By the time I was seven, I was finally enjoying some of the freedom I so craved. With my parents about to divorce, I bounced from my mother to my father and on to my grandmother. Being that my parents had worked different shifts,’ my mom was a 9-5 secretary and my dad working as 3-11 since I was born. I spent most of my early years with my baby sitter and her family of two boys and an older sister. By the age of seven, I became schooled in many of the pockets and corners of my neighborhood. While there were several parks and ball fields within reach, you might think I’d be found climbing monkey bars or holding onto a swing as I launched into the air.
Two things I did enjoy from time to time. However, the sudden need for housing and the new and bursting real estate market provided all the excitement a kid could want or even handle. The first one just happened to be on the way home from school. With there would be a bunch of kids, many I called friends or knew from the neighborhood already hanging out inside just outside of the wood panels and fences marked “No Trespassing.” There would always be an irresistible draw to join in and maybe journey farther within than the older kids.
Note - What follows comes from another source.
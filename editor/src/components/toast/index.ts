export { ToastRegion } from './toast-region';
export { closeToast, showProblem, showToast, type ToastInput } from './toasts';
On one particularly memorable day, some of the older kids started to throw a football around. Perhaps since they were older or I never quite got into throwing the pigskin around, I started heading home. Matthew went long on a pass and fell about two floors to the rubble below. I still remember the moment, the complete shock that left everyone’s expression in a frozen state. I had seen people die on TV and the movies before, but this was very, very different. I still remember the blood, the concrete pieces in his hair, and around his face and that frozen look that said: “I won’t be coming back in the squeal.” The next day, the news of Matthew’s accident reported over the school’s loudspeaker. Though he had not died immediately, he remained vegetated until his heart gave out a few days later. Strangely enough, I always felt his mom. The secretary at the school we attended and the two I later went to, knew I was there when that horrible accident happened. And while I didn’t understand why she was always so hard on me then. These days, I wish there was something I could have said or done something to comfort her during that time.
The Little Things
As kids there was absolutely nothing that could keep us inside. Rain called for puddle jumping, Snow gave us fuel for a snow ball fight or better yet, skitching. Tornado, awesome. Maybe I could jump in one of those crazy funnels and spin until I fell unconscious. Earthquake? Just a walk on the moon baby. It was pure freedom and innocence. These days we’re not so free. Jobs, bills, family and knowledge keep us from running naked into traffic. It’s life, the more you grow up, the more you mature. As you mature you more you think things through before taking action. That’s life. I miss those days when I was free to do things without fear of consequence. Thus is life. But if you could see the utter joy that came over me when I noticed this little girl having the time of her life splashing around in her galoshes. You’d think I was as five years old. I just love being reminded that life is about those little moments. Those pockets of happiness. Stay Gold people.